I was in the bathroom looking myself in the eyes. The mirror also happens to have great lighting from above. I had just finished washing my hands and per usual, looked to the face I have come to really get to know as of recently.
Today was a bit different. I felt an optimistic and joyful energy that I have never felt before. I caught myself in the mirror and started examining why I felt this way. I started with my forehead then moved on to the cheeks, and then my beard leading up to my eyes. And then I felt stuck. The eyes locked on to each other almost as if to halt my search.

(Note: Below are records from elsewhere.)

//go:build unix

package main

import (
	"errors"
	"flag"
	"fmt"
	"math/rand/v2"
	"os"
	"os/exec"
	"path/filepath"
	"slices"
	"strconv"
	"syscall"
	"testing"
	"time"

	"github.com/stretchr/testify/require"

	"rundle/internal/runfolder"
)

// kills is how often TestKill kills: .ci/run asks for more.
var kills = flag.Int("kills", killCount, "kills of TestKill")

// killed is a model that takes a second or two.
const killed = `
[ladder]
rungs = %d
[[leg]]
name = "a"
site = "spin"
s    = "1/2"
[[leg]]
name = "b"
site = "spin"
s    = "1/2"
[[term]]
formula = "S[l,j].S[l,j+1]"
each    = { l = "legs" }
[[term]]
formula = "0.3 S[a,j].S[b,j]"
[sector]
Sz = 0
[solve]
precision = 1e-8
[[observe]]
name    = "rung"
formula = "S[a,j].S[b,j]"
`

// life is one process of a run that is interrupted again and again.
type life struct {
	t        *testing.T
	program  string
	model    string
	run      string
	every    time.Duration
	threads  int
	fraction *rand.Rand
}

// interrupted begins to solve and sends a signal after the given time. It returns the exit code, -1 of a process that was killed, and the moments of the signal
// and of the end.
func (l *life) interrupted(signal syscall.Signal, after time.Duration) (code int, sent, ended time.Time) {
	l.threads = 3 - l.threads
	command := exec.Command(l.program, "solve", "--out", l.run, "--threads", strconv.Itoa(l.threads), "--checkpoint-every", l.every.String(), l.model)
	out, err := os.Create(l.run + ".out")
	require.NoError(l.t, err)
	defer out.Close()
	command.Stdout, command.Stderr = out, out
	require.NoError(l.t, command.Start())
	alarm := time.AfterFunc(after, func() {
		sent = time.Now()
		_ = command.Process.Signal(signal) // it may have ended
	})
	err = command.Wait()
	ended = time.Now()
	alarm.Stop()
	var exit *exec.ExitError
	if err != nil && !errors.As(err, &exit) {
		require.NoError(l.t, err)
	}
	code = command.ProcessState.ExitCode()
	text, err := os.ReadFile(l.run + ".out")
	require.NoError(l.t, err)
	require.Contains(l.t, []int{0, -1, exitStopped}, code, "%s", text)
	return code, sent, ended
}

// newest is when the newest checkpoint was written; zero if there is none.
func (l *life) newest() (at time.Time) {
	paths, err := filepath.Glob(filepath.Join(l.run, runfolder.CheckpointName, "point-*.npz"))
	require.NoError(l.t, err)
	for _, path := range paths {
		info, err := os.Stat(path)
		require.NoError(l.t, err)
		if info.ModTime().After(at) {
			at = info.ModTime()
		}
	}
	return at
}

// states are the results without what the clock decides.
func states(t *testing.T, run string) []runfolder.State {
	t.Helper()
	r, err := runfolder.ReadResult(run)
	require.NoError(t, err)
	for i := range r.States {
		r.States[i].Seconds = 0
	}
	return r.States
}

// begun solves a model without and prepares to solve it with interruptions; the time is that of the undisturbed run.
func begun(t *testing.T, rungs int) (l *life, undisturbed []runfolder.State, took time.Duration) {
	t.Helper()
	folder := t.TempDir()
	program := filepath.Join(folder, "rundle")
	text, err := exec.Command("go", "build", "-o", program, ".").CombinedOutput()
	require.NoError(t, err, "%s", text)
	model := filepath.Join(folder, "model.toml")
	require.NoError(t, os.WriteFile(model, fmt.Appendf(nil, killed, rungs), 0o600))
	whole := filepath.Join(folder, "whole.run")
	begin := time.Now()
	text, err = exec.Command(program, "solve", "--out", whole, "--threads", "1", model).CombinedOutput()
	require.NoError(t, err, "%s", text)
	took = time.Since(begin)
	return &life{t: t, program: program, model: model, run: filepath.Join(folder, "killed.run"), every: 20 * time.Millisecond, threads: 1,
		fraction: rand.New(rand.NewPCG(1, 1))}, states(t, whole), took
}

// finish lets the last life live, and compares.
func (l *life) finish(undisturbed []runfolder.State) {
	code, _, _ := l.interrupted(syscall.SIGKILL, time.Hour)
	require.Equal(l.t, exitDone, code)
	require.Equal(l.t, undisturbed, states(l.t, l.run), "an interrupted run ends with the same bits")
	log, err := runfolder.ReadLog(l.run)
	require.NoError(l.t, err)
	whole, err := runfolder.ReadLog(filepath.Join(filepath.Dir(l.run), "whole.run"))
	require.NoError(l.t, err)
	require.Len(l.t, log, len(whole))
	for i, line := range log {
		require.Equal(l.t, whole[i].Sweep, line.Sweep)
		require.Equal(l.t, whole[i].Energy, line.Energy)
	}
	require.NoDirExists(l.t, filepath.Join(l.run, runfolder.CheckpointName))
}

// TestKill kills a run at random moments, again and again. Each life begins where a checkpoint left off, which is no older than the interval
// and what it takes to write one; the run folder survives; and the results are those of an undisturbed run, to the bit.
func TestKill(t *testing.T) {
	l, undisturbed, took := begun(t, killRungs)
	var lost []float64
	done := 0
	for n := 0; n < *kills; {
		// Some die at birth, some come far; the undisturbed run's share of each is such that most runs see several lives.
		code, sent, _ := l.interrupted(syscall.SIGKILL, time.Duration(l.fraction.ExpFloat64()*0.15*float64(took)))
		if code != -1 {
			require.Equal(t, undisturbed, states(t, l.run))
			require.NoError(t, os.RemoveAll(l.run)) // once more from the start
			done++
			continue
		}
		n++
		if at := l.newest(); !at.IsZero() && at.Before(sent) {
			lost = append(lost, sent.Sub(at).Seconds())
		}
	}
	l.finish(undisturbed)
	require.NotEmpty(t, lost)
	slices.Sort(lost)
	t.Logf("%d kills, of a run of %v; %d runs came to their end in between; lost in the median %.3f s, at most %.3f s", *kills, took, done, lost[len(lost)/2], lost[len(lost)-1])
}

// TestTerminate asks a run to stop at random moments: it ends with code 75, soon.
func TestTerminate(t *testing.T) {
	l, undisturbed, took := begun(t, killRungs)
	var waited time.Duration
	for range 3 {
		code, sent, ended := l.interrupted(syscall.SIGTERM, time.Duration((0.05+0.2*l.fraction.Float64())*float64(took)))
		if code != exitStopped {
			break
		}
		waited = max(waited, ended.Sub(sent))
		status, err := runfolder.ReadStatus(l.run)
		require.NoError(t, err)
		require.Equal(t, runfolder.Stopped, status.Phase)
		require.False(t, l.newest().IsZero())
	}
	require.Positive(t, waited, "it was never stopped")
	require.Less(t, waited, 10*time.Second)
	t.Logf("it ended at most %v after the signal", waited)
	l.finish(undisturbed)
}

Those eyes were full and brimming with vitality. They radiated and left a hint of light that shined from end to end.
They felt like hope.
There was a warmth that I hadn’t seen. I saw the most genuine smile in those eyes and couldn’t understand why or more importantly how, my eyes could understood so much of that none verbal exchange.
I suddenly felt a burst of joy. I wouldn’t even call it happiness — I know I felt joy.
All of a sudden a mixture of feelings rushed into my head and I tried my best to slowly internalize and process them.
First Was Empathy
The first thing that I processed was empathy. I felt a great sense of empathy towards the person on the mirror. I almost wanted to give him a hug, to let him know how much I understood. I wanted so badly for him to go to sleep tonight knowing that I have listened intentionally. That I have paid attention to the details and have full understanding, sincerely.
Second Was Pride
I felt super proud; just like a big ole’ dad who witnesses his son’s first date. I felt sort of taken aback. I laughed and fully acknowledged that I have missed quite a bit growth.
After several moments, I came to a few realizations:
I am super proud of the growth I have seen in this person.
I am glad I witnessed true joy from the person I look up to most.
I am so grateful to have him in my life.